• **Your instructions**:
Every record must be output verbatim in the reply.

• **Study material**:
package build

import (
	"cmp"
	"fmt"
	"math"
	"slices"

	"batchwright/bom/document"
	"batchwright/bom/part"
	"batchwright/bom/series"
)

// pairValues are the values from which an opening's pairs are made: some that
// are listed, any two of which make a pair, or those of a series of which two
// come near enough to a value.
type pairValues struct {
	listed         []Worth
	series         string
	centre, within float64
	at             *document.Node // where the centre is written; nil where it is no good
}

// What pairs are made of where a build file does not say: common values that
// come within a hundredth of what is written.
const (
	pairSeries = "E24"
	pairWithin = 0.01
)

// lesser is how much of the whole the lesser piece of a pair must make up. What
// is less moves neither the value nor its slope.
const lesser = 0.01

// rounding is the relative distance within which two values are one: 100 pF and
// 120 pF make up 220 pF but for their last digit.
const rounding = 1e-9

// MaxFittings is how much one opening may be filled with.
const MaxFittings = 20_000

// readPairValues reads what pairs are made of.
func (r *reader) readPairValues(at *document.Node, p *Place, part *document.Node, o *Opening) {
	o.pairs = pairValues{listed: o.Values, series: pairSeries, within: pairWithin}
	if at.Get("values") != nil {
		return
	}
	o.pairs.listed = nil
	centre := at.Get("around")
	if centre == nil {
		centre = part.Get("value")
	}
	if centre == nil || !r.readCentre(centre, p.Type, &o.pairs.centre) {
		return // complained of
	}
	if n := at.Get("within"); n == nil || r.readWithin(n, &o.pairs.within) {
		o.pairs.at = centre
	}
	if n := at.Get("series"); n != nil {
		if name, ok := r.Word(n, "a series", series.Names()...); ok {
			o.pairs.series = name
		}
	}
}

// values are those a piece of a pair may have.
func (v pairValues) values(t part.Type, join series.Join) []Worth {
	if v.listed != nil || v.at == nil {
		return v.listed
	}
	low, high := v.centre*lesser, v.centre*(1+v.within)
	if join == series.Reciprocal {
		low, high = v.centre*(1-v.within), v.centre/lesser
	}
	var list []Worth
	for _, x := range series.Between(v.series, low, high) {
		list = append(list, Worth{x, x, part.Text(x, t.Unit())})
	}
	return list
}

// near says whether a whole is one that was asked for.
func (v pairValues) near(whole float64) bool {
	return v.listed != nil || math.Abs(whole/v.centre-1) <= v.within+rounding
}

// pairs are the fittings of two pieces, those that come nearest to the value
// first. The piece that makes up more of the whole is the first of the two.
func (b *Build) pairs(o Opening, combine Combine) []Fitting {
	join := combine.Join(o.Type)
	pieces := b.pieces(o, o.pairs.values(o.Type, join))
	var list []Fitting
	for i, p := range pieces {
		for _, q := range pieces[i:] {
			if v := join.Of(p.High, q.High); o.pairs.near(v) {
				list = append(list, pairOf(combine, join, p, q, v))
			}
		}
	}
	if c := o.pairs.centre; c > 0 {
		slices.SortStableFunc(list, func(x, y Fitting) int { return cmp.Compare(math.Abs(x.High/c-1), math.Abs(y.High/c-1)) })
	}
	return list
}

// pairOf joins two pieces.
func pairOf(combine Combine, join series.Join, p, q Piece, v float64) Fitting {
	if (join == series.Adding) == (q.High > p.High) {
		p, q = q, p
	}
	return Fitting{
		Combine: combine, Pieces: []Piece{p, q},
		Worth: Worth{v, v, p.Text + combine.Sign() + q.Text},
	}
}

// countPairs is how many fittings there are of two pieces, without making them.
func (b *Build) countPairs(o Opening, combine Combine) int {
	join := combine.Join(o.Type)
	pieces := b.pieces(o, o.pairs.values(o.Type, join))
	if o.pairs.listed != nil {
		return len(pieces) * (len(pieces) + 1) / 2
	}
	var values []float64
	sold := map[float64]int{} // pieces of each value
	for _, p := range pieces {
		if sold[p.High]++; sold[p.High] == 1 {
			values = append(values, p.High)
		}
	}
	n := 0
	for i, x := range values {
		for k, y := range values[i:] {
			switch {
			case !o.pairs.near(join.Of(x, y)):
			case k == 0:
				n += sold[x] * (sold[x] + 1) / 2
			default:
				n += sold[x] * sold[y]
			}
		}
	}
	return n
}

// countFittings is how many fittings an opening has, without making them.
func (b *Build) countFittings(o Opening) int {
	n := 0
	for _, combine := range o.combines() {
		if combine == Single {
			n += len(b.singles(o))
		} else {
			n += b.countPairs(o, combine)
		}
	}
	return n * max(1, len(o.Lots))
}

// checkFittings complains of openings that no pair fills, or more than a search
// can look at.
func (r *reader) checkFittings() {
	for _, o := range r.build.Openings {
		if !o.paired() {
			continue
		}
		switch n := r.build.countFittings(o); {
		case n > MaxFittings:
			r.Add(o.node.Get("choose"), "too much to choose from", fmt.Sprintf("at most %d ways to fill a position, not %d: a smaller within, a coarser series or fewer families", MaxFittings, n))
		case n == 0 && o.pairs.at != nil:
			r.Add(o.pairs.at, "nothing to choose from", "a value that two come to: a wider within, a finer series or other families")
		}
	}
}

• **Solved problem**:
package build

import (
	"cmp"
	"fmt"
	"math"
	"slices"

	"batchwright/bom/document"
	"batchwright/bom/part"
	"batchwright/bom/series"
)

// pairValues are the values from which an opening's pairs are made: some that
// are listed, any two of which make a pair, or those of a series of which two
// come near enough to a value.
type pairValues struct {
	listed         []Worth
	series         string
	centre, within float64
	at             *document.Node // where the centre is written; nil where it is no good
}

// What pairs are made of where a build file does not say: common values that
// come within a hundredth of what is written.
const (
	pairSeries = "E24"
	pairWithin = 0.01
)

// lesser is how much of the whole the lesser piece of a pair must make up. What
// is less moves neither the value nor its slope.
const lesser = 0.01

// rounding is the relative distance within which two values are one: 100 pF and
// 120 pF make up 220 pF but for their last digit.
const rounding = 1e-9

// MaxFittings is how much one opening may be filled with.
const MaxFittings = 20_000

// readPairValues reads what pairs are made of.
func (r *reader) readPairValues(at *document.Node, p *Place, part *document.Node, o *Opening) {
	o.pairs = pairValues{listed: o.Values, series: pairSeries, within: pairWithin}
	if at.Get("values") != nil {
		return
	}
	o.pairs.listed = nil
	centre := at.Get("around")
	if centre == nil {
		centre = part.Get("value")
	}
	if centre == nil || !r.readCentre(centre, p.Type, &o.pairs.centre) {
		return // complained of
	}
	if n := at.Get("within"); n == nil || r.readWithin(n, &o.pairs.within) {
		o.pairs.at = centre
	}
	if n := at.Get("series"); n != nil {
		if name, ok := r.Word(n, "a series", series.Names()...); ok {
			o.pairs.series = name
		}
	}
}

// values are those a piece of a pair may have.
func (v pairValues) values(t part.Type, join series.Join) []Worth {
	if v.listed != nil || v.at == nil {
		return v.listed
	}
	low, high := v.centre*lesser, v.centre*(1+v.within)
	if join == series.Reciprocal {
		low, high = v.centre*(1-v.within), v.centre/lesser
	}
	var list []Worth
	for _, x := range series.Between(v.series, low, high) {
		list = append(list, Worth{x, x, part.Text(x, t.Unit())})
	}
	return list
}

// near says whether a whole is one that was asked for.
func (v pairValues) near(whole float64) bool {
	return v.listed != nil || math.Abs(whole/v.centre-1) <= v.within+rounding
}

// pairs are the fittings of two pieces, those that come nearest to the value
// first. The piece that makes up more of the whole is the first of the two.
func (b *Build) pairs(o Opening, combine Combine) []Fitting {
	join := combine.Join(o.Type)
	pieces := b.pieces(o, o.pairs.values(o.Type, join))
	var list []Fitting
	for i, p := range pieces {
		for _, q := range pieces[i:] {
			if v := join.Of(p.High, q.High); o.pairs.near(v) {
				list = append(list, pairOf(combine, join, p, q, v))
			}
		}
	}
	if c := o.pairs.centre; c > 0 {
		slices.SortStableFunc(list, func(x, y Fitting) int { return cmp.Compare(math.Abs(x.High/c-1), math.Abs(y.High/c-1)) })
	}
	return list
}

// pairOf joins two pieces.
func pairOf(combine Combine, join series.Join, p, q Piece, v float64) Fitting {
	if (join == series.Adding) == (q.High > p.High) {
		p, q = q, p
	}
	return Fitting{
		Combine: combine, Pieces: []Piece{p, q},
		Worth: Worth{v, v, p.Text + combine.Sign() + q.Text},
	}
}

// countPairs is how many fittings there are of two pieces, without making them.
func (b *Build) countPairs(o Opening, combine Combine) int {
	join := combine.Join(o.Type)
	pieces := b.pieces(o, o.pairs.values(o.Type, join))
	if o.pairs.listed != nil {
		return len(pieces) * (len(pieces) + 1) / 2
	}
	var values []float64
	sold := map[float64]int{} // pieces of each value
	for _, p := range pieces {
		if sold[p.High]++; sold[p.High] == 1 {
			values = append(values, p.High)
		}
	}
	n := 0
	for i, x := range values {
		for k, y := range values[i:] {
			switch {
			case !o.pairs.near(join.Of(x, y)):
			case k == 0:
				n += sold[x] * (sold[x] + 1) / 2
			default:
				n += sold[x] * sold[y]
			}
		}
	}
	return n
}

// countFittings is how many fittings an opening has, without making them.
func (b *Build) countFittings(o Opening) int {
	n := 0
	for _, combine := range o.combines() {
		if combine == Single {
			n += len(b.singles(o))
		} else {
			n += b.countPairs(o, combine)
		}
	}
	return n * max(1, len(o.Lots))
}

// checkFittings complains of openings that no pair fills, or more than a search
// can look at.
func (r *reader) checkFittings() {
	for _, o := range r.build.Openings {
		if !o.paired() {
			continue
		}
		switch n := r.build.countFittings(o); {
		case n > MaxFittings:
			r.Add(o.node.Get("choose"), "too much to choose from", fmt.Sprintf("at most %d ways to fill a position, not %d: a smaller within, a coarser series or fewer families", MaxFittings, n))
		case n == 0 && o.pairs.at != nil:
			r.Add(o.pairs.at, "nothing to choose from", "a value that two come to: a wider within, a finer series or other families")
		}
	}
}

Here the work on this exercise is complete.